Тихонов в своем экипаже не очень-то жаловал говорунов. Ему по душе больше были такие, как ефрейтор Варенников, — молчаливые, сосредоточенные парни. Вострухина он, в общем-то, знал просто как способного оператора из смежного расчета. Но больше как балагура и говоруна. Может, он и в самом деле из тех редких людей, которые умеют и красно поговорить, и толково сделать? Ну, в этом еще надо убедиться.
…Ночь набухла влажной и упругой темнотой. Дождя не было, даже и мороси не чувствовалось, но все пропитано было сыростью: и кусты, и придорожный пихтач, и одежда, и скользкая глина под ногами.
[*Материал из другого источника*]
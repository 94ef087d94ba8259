import { describe, expect, it } from "vitest";
import type { FieldFlag } from "@/lib/schemas/sync";
import { cutClearanceOf, heldUntil, holdsOf, holdSummary, verdictHolds, WAITING_INSTRUCTION } from "./hold-view";

const flag = (over: Partial<FieldFlag>): FieldFlag => ({
  id: crypto.randomUUID(),
  tendonId: "t1",
  kind: "out_of_band",
  status: "open",
  reason: "Measured 14.4 % long against the prediction.",
  createdAt: "2026-12-02T15:00:00.000Z",
  dispositions: [],
  ...over,
});

describe("holdsOf", () => {
  it("keeps only open flags, oldest first, each with why and what to do", () => {
    const holds = holdsOf([
      flag({ kind: "wire_break", createdAt: "2026-12-02T16:00:00.000Z", reason: "One wire broke at end B." }),
      flag({ status: "closed", kind: "calibration_expired" }),
      flag({}),
    ]);
    expect(holds.map((h) => h.kind)).toEqual(["out_of_band", "wire_break"]);
    expect(holds[0]).toMatchObject({
      reason: "Measured 14.4 % long against the prediction.",
      decision: null,
      instruction: WAITING_INSTRUCTION,
    });
  });

  it("says what the engineer's latest disposition asks for", () => {
    const [hold] = holdsOf([
      flag({
        status: "with_engineer",
        dispositions: [
          {
            decision: "liftoff_check",
            reasons: "Check first.",
            engineerName: "P. Raman",
            createdAt: "2026-12-02T16:00:00.000Z",
          },
          {
            decision: "restress",
            reasons: "Restress to 3,350 psi.",
            engineerName: "P. Raman",
            createdAt: "2026-12-02T17:00:00.000Z",
          },
        ],
      }),
    ]);
    expect(hold!.decision).toMatchObject({ decision: "restress", reasons: "Restress to 3,350 psi." });
    expect(hold!.instruction).toMatch(/Restress this tendon/);
  });

  it("works on flags pulled before reasons were synced", () => {
    const old: FieldFlag = { id: "f", tendonId: "t1", kind: "out_of_band", status: "open" };
    expect(holdsOf([old])).toEqual([
      {
        flagId: "f",
        kind: "out_of_band",
        status: "open",
        reason: null,
        decision: null,
        instruction: WAITING_INSTRUCTION,
      },
    ]);
  });
});

describe("holdSummary", () => {
  it("names the ordered work first, then who the tendon waits on, and nothing for a clear tendon", () => {
    expect(holdSummary([])).toBeNull();
    expect(holdSummary(holdsOf([flag({})]))).toBe("waiting for the engineer");
    expect(holdSummary(holdsOf([flag({ status: "with_engineer" })]))).toBe("with the engineer");
    const ordered = flag({
      status: "with_engineer",
      dispositions: [
        {
          decision: "detension_restress",
          reasons: "Slip at the wedges.",
          engineerName: "P. Raman",
          createdAt: "2026-12-02T17:00:00.000Z",
        },
      ],
    });
    expect(holdSummary(holdsOf([flag({}), ordered]))).toBe("detension and restress ordered");
  });
});

describe("holdSummary after the crew's follow-up", () => {
  const order = (decision: "liftoff_check" | "detension_restress", id: string) =>
    flag({
      status: "with_engineer",
      dispositions: [
        { id, decision, reasons: "As instructed.", engineerName: "P. Raman", createdAt: "2026-12-02T16:00:00.000Z" },
      ],
    });
  const check = (over: {
    withinBand?: boolean;
    syncState?: "pending" | "synced" | "rejected";
    checkedAt?: string;
  }) => ({
    dispositionId: "d1",
    checkedAt: "2026-12-02T17:00:00.000Z",
    syncState: "synced" as const,
    ...over,
  });

  it("says the lift-off result once it has come in, not the order again", () => {
    const holds = holdsOf([order("liftoff_check", "d1")]);
    expect(holdSummary(holds)).toBe("lift-off check ordered");
    expect(holdSummary(holds, { liftoffChecks: [check({ syncState: "pending" })] })).toBe(
      "lift-off check waiting to send",
    );
    expect(holdSummary(holds, { liftoffChecks: [check({ withinBand: true })] })).toBe(
      "lift-off within band: engineer to decide",
    );
    // The latest check speaks: outside the band after an earlier one within it.
    expect(
      holdSummary(holds, {
        liftoffChecks: [
          check({ withinBand: false, checkedAt: "2026-12-02T18:00:00.000Z" }),
          check({ withinBand: true }),
        ],
      }),
    ).toBe("lift-off outside band: engineer to decide");
    // A check answering another order does not count.
    expect(holdSummary(holds, { liftoffChecks: [{ ...check({ withinBand: true }), dispositionId: "d0" }] })).toBe(
      "lift-off check ordered",
    );
  });

  it("says a detensioned tendon waits for its restress", () => {
    const holds = holdsOf([order("detension_restress", "d2")]);
    expect(holdSummary(holds, { detensions: [{ dispositionId: "d2" }], awaitingRestress: ["A"] })).toBe(
      "detensioned: restress required",
    );
    expect(holdSummary(holds, { detensions: [{ dispositionId: "d2" }], awaitingRestress: [] })).toBe(
      "detensioned and restressed: waiting for the verdict",
    );
    // Held for the detension even when no flag is open on this tablet.
    expect(holdSummary([], { awaitingRestress: ["B"] })).toBe("detensioned: restress required");
  });
});

describe("cutClearanceOf", () => {
  const clearCase = {
    tendon: { ends: "both" as const },
    records: [
      { tendonEnd: "A" as const, syncState: "synced" as const },
      { tendonEnd: "B" as const, syncState: "synced" as const },
    ],
    flags: [flag({ status: "closed" })],
    heldOnTablet: false,
    project: { requiredConcreteMPa: 20, unitSystem: "si" as const },
    pour: { concreteStrengthMPa: 25 },
  };

  it("is clear when the server has both ends, every flag is closed and the concrete gate is met", () => {
    expect(cutClearanceOf(clearCase)).toEqual({ clear: true, reasons: [] });
  });

  it("holds a tendon with an open flag", () => {
    expect(cutClearanceOf({ ...clearCase, flags: [flag({})] }).clear).toBe(false);
  });

  it("holds while a record waits to be sent, even with both ends read", () => {
    const c = cutClearanceOf({
      ...clearCase,
      records: [clearCase.records[0]!, { tendonEnd: "B", syncState: "pending" }],
    });
    expect(c.clear).toBe(false);
    expect(c.reasons).toContain("No record yet for end B.");
  });

  it("holds when the tablet's own check is out of band and no flag came yet", () => {
    expect(cutClearanceOf({ ...clearCase, heldOnTablet: true }).reasons).toEqual([
      "This tablet's own check puts the tendon out of band.",
    ]);
  });

  it("holds while the concrete strength is below the requirement or the gate was never pulled", () => {
    expect(cutClearanceOf({ ...clearCase, pour: { concreteStrengthMPa: 15 } }).clear).toBe(false);
    expect(cutClearanceOf({ ...clearCase, project: { unitSystem: "si" } }).clear).toBe(false);
  });

  it("says the strengths in the project's units: psi on a US project", () => {
    // 1 psi = 0.006894757 MPa (NIST SP 811): 15 MPa = 2,175.6 psi, 20.684 MPa = 2,999.9 psi.
    const us = cutClearanceOf({
      ...clearCase,
      project: { requiredConcreteMPa: 20.684, unitSystem: "us" },
      pour: { concreteStrengthMPa: 15 },
    });
    expect(us.reasons).toEqual(["Confirmed concrete strength 2,176 psi is below the 3,000 psi required."]);
  });
});

describe("verdictHolds", () => {
  it("takes the tablet's expected flags until the server has judged, then the server's", () => {
    const local = { flagKinds: ["under_force"] };
    expect(verdictHolds({ settled: false, server: undefined, local })).toEqual(["under_force"]);
    expect(verdictHolds({ settled: false, server: { flagKinds: ["wire_break"] }, local })).toEqual(["wire_break"]);
    // The server judged and raised nothing: the tablet's expectation no longer holds the tendon.
    expect(verdictHolds({ settled: false, server: { flagKinds: [] }, local })).toEqual([]);
  });

  it("holds nothing once every flag is closed by a decision, and nothing without a verdict", () => {
    expect(verdictHolds({ settled: true, server: { flagKinds: ["out_of_band"] }, local: null })).toEqual([]);
    expect(verdictHolds({ settled: false, server: null, local: null })).toEqual([]);
  });
});

describe("heldUntil", () => {
  const decided = (decision: "restress" | "accept" | "replace") => ({
    decision,
    reasons: "As discussed on site.",
    engineerName: "P. Raman",
    createdAt: "2026-12-02T16:00:00.000Z",
  });

  it("waits for a disposition while no flag has one, and on the tablet's own check", () => {
    expect(heldUntil(holdsOf([flag({})]))).toBe(
      "Do not cut the tails or grout until the engineer of record gives a disposition.",
    );
    expect(heldUntil([])).toMatch(/until the engineer of record gives a disposition/);
  });

  it("says what the disposition orders once it has come, not that one is awaited", () => {
    const words = heldUntil(holdsOf([flag({ status: "with_engineer", dispositions: [decided("restress")] })]));
    expect(words).toMatch(/^The engineer of record's disposition: restress ordered\. Restress this tendon/);
    expect(words).not.toMatch(/gives a disposition/);
    // An order on one flag is said even while another flag still waits for its own.
    const both = holdsOf([
      flag({ kind: "wire_break", createdAt: "2026-12-02T14:00:00.000Z" }),
      flag({ dispositions: [decided("replace")] }),
    ]);
    expect(heldUntil(both)).toMatch(/disposition: replacement ordered/);
  });

  it("with every disposition an acceptance, names what is left: the flag's closing at the next sync", () => {
    const words = heldUntil(holdsOf([flag({ dispositions: [decided("accept")] })]));
    expect(words).toMatch(/^Accepted by the engineer of record: the hold lifts when the next sync closes the flag/);
    expect(words).not.toMatch(/gives a disposition/);
  });
});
Воздух казался наполовину разбавленным промозглой осенней влагой, которая сочилась из туч, нависших прямо над головой.
На просеке старший лейтенант неожиданно свернул влево и потянул за собой Вострухина. Тот заупрямился:
— Рано же сворачивать! Поворот в конце просеки.
— Тут ближе, — буркнул Тихонов.
Может, тут и не было ближе, но захотелось ему вдруг пройтись, протопать по знакомой стежке-дорожке. Очень знакомой с прошлого лета. Хаживал он по ней августовскими вечерами. Было. И давно и, кажется, недавно.
Сквозь пихтач слабенько мелькнул огонек, послышался собачий лай. Тропка неожиданно выпрыгнула на обширную квадратную вырубку, в глубине которой смутно вырисовывался рубленый дом-пятистенник. Сквозь оконную занавеску приветливо мерцала лампа.